Second is to expand the meaning of corruption beyond pillage or thievery.

I doubt the GMA camp’s exposé on current government officials being corrupt or inept will get much traction. That is so because I doubt they will find a comparable scale of pillage to rival the fertilizer scam and the NBN. Size does matter. The bigger the scale of thievery, the more Filipinos starve to death, or pine in ignorance. Certainly, the more it draws the public’s gaze.

But it could becloud the issue. The GMA camp digs deep enough and it can always find dirt against some of today’s government officials. In fact, it doesn’t have to dig deep at all, some of those officials were GMA’s loyal servants before they thought her number was up and became disloyal. She has the goods on them. Certainly her camp can always make a case of the Peace Bonds.

Maybe it won’t get as much traction as the things that will be exposed during the Gutierrez trial, but why risk reducing the problem into one of relative crookedness when it doesn’t have to be so? Even if the real target of Gutierrez’s impeachment is GMA, it still suffers from that it reduces GMA’s crimes to stealing money. That is like reducing the Ampatuans’ crimes to illegal possession of firearms. GMA’s crimes go well beyond that. Far, far beyond.
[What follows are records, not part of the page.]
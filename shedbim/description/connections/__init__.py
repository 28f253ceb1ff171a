"""How the steel is fastened together: the options of each kind of joint, one module a family."""

from __future__ import annotations

from shedbim.description.connections.bases import BaseOptions, PostBaseOptions
from shedbim.description.connections.bolting import BoltOptions
from shedbim.description.connections.caps import CapOptions
from shedbim.description.connections.end_plates import (
    ApexOptions,
    BracketOptions,
    ChordOptions,
    RafterOptions,
)
from shedbim.description.connections.gussets import GussetOptions
from shedbim.description.connections.nodes import NodeOptions
from shedbim.description.connections.post_heads import PostHeadOptions
from shedbim.description.connections.secondary import CleatOptions, SagBarOptions, StayOptions
from shedbim.description.connections.splices import SpliceOptions
from shedbim.description.connections.struts import StrutOptions, TubeEndOptions
from shedbim.description.connections.truss_gussets import TrussGussetOptions
from shedbim.fields import Options, default

__all__ = [
    "ApexOptions",
    "BaseOptions",
    "BoltOptions",
    "BracketOptions",
    "CapOptions",
    "ChordOptions",
    "CleatOptions",
    "Connections",
    "GussetOptions",
    "NodeOptions",
    "PostBaseOptions",
    "PostHeadOptions",
    "RafterOptions",
    "SagBarOptions",
    "SpliceOptions",
    "StayOptions",
    "StrutOptions",
    "TrussGussetOptions",
    "TubeEndOptions",
]


class Connections(Options):
    """How the steel is fastened together."""

    bolts: BoltOptions = default({}, "bolts of all joints")
    rafters: RafterOptions = default({}, "end plates and haunches of rafters at columns")
    apex: ApexOptions = default({}, "end plates of rafters at the apex")
    chords: ChordOptions = default({}, "end plates of truss chords at columns")
    brackets: BracketOptions = default(
        {}, "brackets on tubular columns that rafters and chords are bolted to"
    )
    splices: SpliceOptions = default({}, "site splices of trusses that are divided for the road")
    nodes: NodeOptions = default({}, "welds of truss nodes")
    truss_gussets: TrussGussetOptions = default({}, "gussets of trusses of angles")
    cleats: CleatOptions = default({}, "cleats of purlins and rails")
    sag_bars: SagBarOptions = default({}, "ends of sag bars")
    stays: StayOptions = default({}, "stays of the lower flanges of rafters")
    bases: BaseOptions = default({}, "bases of columns")
    post_bases: PostBaseOptions = default({}, "bases of gable posts")
    caps: CapOptions = default({}, "caps of columns and of tubes")
    post_heads: PostHeadOptions = default({}, "sliding heads of gable posts")
    gussets: GussetOptions = default({}, "gussets of roof and wall braces")
    struts: StrutOptions = default({}, "ends of struts and ties")
    tube_ends: TubeEndOptions = default({}, "how tubular struts, ties and braces end")
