"""The end plates that a user describes: rafters and chords on columns, rafters at the apex, brackets of tubes."""

from __future__ import annotations

from typing import Annotated, Literal, get_args

from shedbim import units
from shedbim.description.connections.haunches import ApexHaunch, ColumnHaunch
from shedbim.fields import Choice, Options, Quantity, default, left_out

__all__ = ["ApexOptions", "BracketOptions", "ChordOptions", "RafterOptions"]

_Size = Literal["M12", "M16", "M20", "M24", "M27", "M30", "M36"]
_Stiffeners = Literal["none", "haunch"]
_Seat = Literal["none", "plate"]
_BOLT = Choice(*get_args(_Size))
_PLATE = Quantity(units.LENGTH, "8 mm", "60 mm")


class RafterOptions(Options):
    """The end plates between rafters and columns."""

    thickness: Annotated[float, _PLATE] = default(
        "20 mm", "thickness of the end plates of rafters at columns"
    )
    bolt: Annotated[_Size, _BOLT] | None = left_out(
        "M24 over 400 mm of depth, else M20; smaller where flanges are narrow", "bolts of these end plates"
    )
    haunch: ColumnHaunch = default({}, "haunches of rafters at columns")
    stiffeners: Annotated[_Stiffeners, Choice(*get_args(_Stiffeners))] = default(
        "haunch",
        "plates between the flanges of a column at a haunch's flange; its cap is at the upper flange",
    )


class ApexOptions(Options):
    """The end plates of rafters at the apex."""

    thickness: Annotated[float, _PLATE] = default("20 mm", "thickness of the end plates at the apex")
    bolt: Annotated[_Size, _BOLT] | None = left_out(
        "M24 over 400 mm of depth, else M20; smaller where flanges are narrow", "bolts of these end plates"
    )
    haunch: ApexHaunch = default({}, "haunches at the apex")


class ChordOptions(Options):
    """The end plates between truss chords and columns."""

    thickness: Annotated[float, _PLATE] = default("20 mm", "thickness of the end plates of chords at columns")
    bolt: Annotated[_Size, _BOLT] | None = left_out(
        "M20; smaller where the column is narrow", "bolts of these end plates"
    )
    seat: Annotated[_Seat, Choice(*get_args(_Seat))] = default(
        "none", "a plate on the column that the end plate of the bottom chord is set down on"
    )


class BracketOptions(Options):
    """The brackets on tubular columns, whose bolts cannot be tightened inside."""

    thickness: Annotated[float, _PLATE] = default("20 mm", "thickness of a bracket's plate that is bolted to")
    stand_off: Annotated[float, Quantity(units.LENGTH, "30 mm", "200 mm")] = default(
        "45 mm", "from the column's face to the back of that plate: room for the nuts"
    )
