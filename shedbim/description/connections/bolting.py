"""The bolts that a user describes."""

from __future__ import annotations

from typing import Annotated, Literal, get_args

from shedbim.fields import Choice, Options, default

__all__ = ["BoltOptions"]

_Finish = Literal["galvanized", "plated", "none"]
_Grade = Literal["4.6", "8.8", "10.9"]


class BoltOptions(Options):
    """The bolts of all joints."""

    grade: Annotated[_Grade, Choice(*get_args(_Grade))] = default(
        "8.8", "property class of the bolts between members"
    )
    secondary_grade: Annotated[_Grade, Choice(*get_args(_Grade))] = default(
        "4.6", "property class of the bolts of purlins and rails"
    )
    finish: Annotated[_Finish, Choice(*get_args(_Finish))] = default(
        "galvanized", "finish of bolts, nuts, washers and anchors"
    )
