"""The haunches that a user describes."""

from __future__ import annotations

from typing import Annotated, Literal, get_args

from shedbim import units
from shedbim.fields import Choice, Options, Quantity, default, left_out

__all__ = ["ApexHaunch", "ColumnHaunch"]

_Where = Literal["none", "inner", "all"]
_DEPTH = Quantity(units.LENGTH, "100 mm", "1.5 m")
_LENGTH = Quantity(units.LENGTH, "300 mm", "1.4 m")


class ColumnHaunch(Options):
    """Haunches of rafters at columns, of a web plate and a flange plate."""

    rafters: Annotated[_Where, Choice(*get_args(_Where))] = default(
        "inner", "which rafters have haunches: none, those of inner frames, or gable rafters too"
    )
    depth: Annotated[float, _DEPTH] | None = left_out(
        "0.8 of the rafter's depth", "depth of a haunch below the rafter at its end plate"
    )
    length: Annotated[float, _LENGTH] | None = left_out(
        "3.5 times the rafter's depth, and clear of gable posts", "length of a haunch from the column's face"
    )


class ApexHaunch(Options):
    """Haunches of rafters at the apex; none in an end frame where a gable post stands under one."""

    depth: Annotated[float, _DEPTH] | None = left_out(
        "no haunch",
        "depth of a haunch below the rafter at the apex; an end frame with a gable post there has none",
    )
    length: Annotated[float, _LENGTH] | None = left_out(
        "twice the rafter's depth", "length of a haunch from the ridge"
    )
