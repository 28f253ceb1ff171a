"""The welds of truss nodes that a user describes."""

from __future__ import annotations

from typing import Annotated

from shedbim import units
from shedbim.fields import Options, Quantity, left_out

__all__ = ["NodeOptions"]


class NodeOptions(Options):
    """The nodes of trusses."""

    throat: Annotated[float, Quantity(units.LENGTH, "3 mm", "20 mm")] | None = left_out(
        "full strength of the thinner wall", "throat of the fillet welds of webs on chords"
    )
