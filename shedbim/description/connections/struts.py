"""The ends of struts, ties and tubular braces that a user describes."""

from __future__ import annotations

from typing import Annotated, Literal, get_args

from shedbim import units
from shedbim.fields import Choice, Options, Quantity, default, left_out

__all__ = ["StrutOptions", "TubeEndOptions"]

_Count = Literal["2", "3"]
_Size = Literal["M12", "M16", "M20", "M24"]
_Form = Literal["capped", "slotted", "flattened"]


class StrutOptions(Options):
    """The ends of struts and ties."""

    bolts: Annotated[_Count, Choice(*get_args(_Count))] = default("2", "number of bolts in an end of a strut")
    size: Annotated[_Size, Choice(*get_args(_Size))] | None = left_out(
        "the largest up to M20 that fits the tube", "thread of the bolts of struts"
    )
    thickness: Annotated[float, Quantity(units.LENGTH, "6 mm", "25 mm")] = default(
        "10 mm", "thickness of the fin plates of struts"
    )


class TubeEndOptions(Options):
    """How tubes end: a fin plate stands out of the tube and is bolted beside another plate, or the tube itself is."""

    struts: Annotated[_Form, Choice(*get_args(_Form))] = default(
        "capped",
        "struts and ties: a fin on a cap plate, or in a slot of the tube, or a round tube pressed flat",
    )
    braces: Annotated[_Form, Choice(*get_args(_Form))] = default(
        "slotted",
        "tubular braces: a fin in a slot of the tube, or on a cap plate, or a round tube pressed flat",
    )
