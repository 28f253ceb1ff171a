"""The site splices of trusses that a user describes."""

from __future__ import annotations

from typing import Annotated, Literal, get_args

from shedbim import units
from shedbim.fields import Choice, Options, Quantity, Whole, default, left_out

__all__ = ["SpliceOptions"]

_Size = Literal["M12", "M16", "M20", "M24", "M27", "M30"]
_BOLT = Choice(*get_args(_Size))


class SpliceOptions(Options):
    """The site splices of trusses that are divided for the road."""

    thickness: Annotated[float, Quantity(units.LENGTH, "10 mm", "60 mm")] = default(
        "20 mm", "thickness of the end plates of spliced chords of hollow sections"
    )
    bolt: Annotated[_Size, _BOLT] | None = left_out(
        "M24 in chords over 160 mm deep, else M20; of angles the largest up to M20 that the leg takes, in two "
        "rows where it is wide enough",
        "bolts of spliced chords",
    )
    web_bolt: Annotated[_Size, _BOLT] | None = left_out(
        "M20 in webs of 80 mm and more, else M16; smaller where webs are narrow",
        "bolts of webs joined on site; those of angles follow truss_gussets",
    )
    row: Annotated[int, Whole(2, 8)] = default(
        3, "number of bolts in a row of a leg, on either side of a splice of angles"
    )
    cover: Annotated[float, Quantity(units.LENGTH, "6 mm", "40 mm")] | None = left_out(
        "from plate stock, no thinner than the leg", "thickness of the covers on the backs of spliced angles"
    )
I’ll say it again (and again). The corruption of GMA is of another order entirely than just thievery or pillage. It is of the same order as the corruption of Marcos. It is wrongdoing of a monstrous sort. It is the theft of everything of value to this country and people. That is what differentiates her from her predecessors, other than Marcos, that is what will differentiate her from her successors. That was the reason she was hated, like Marcos. That was the reason this country made P-Noy president, in protest against her. That was the reason it seemed almost inconceivable for her to be able to continue living in this country, never mind as a representative, after what she had done. You make GMA out to be a crook, however big-time, you do her a favor. You make this country forget the hell she dragged the country through.

Know your enemy: That’s what wins wars.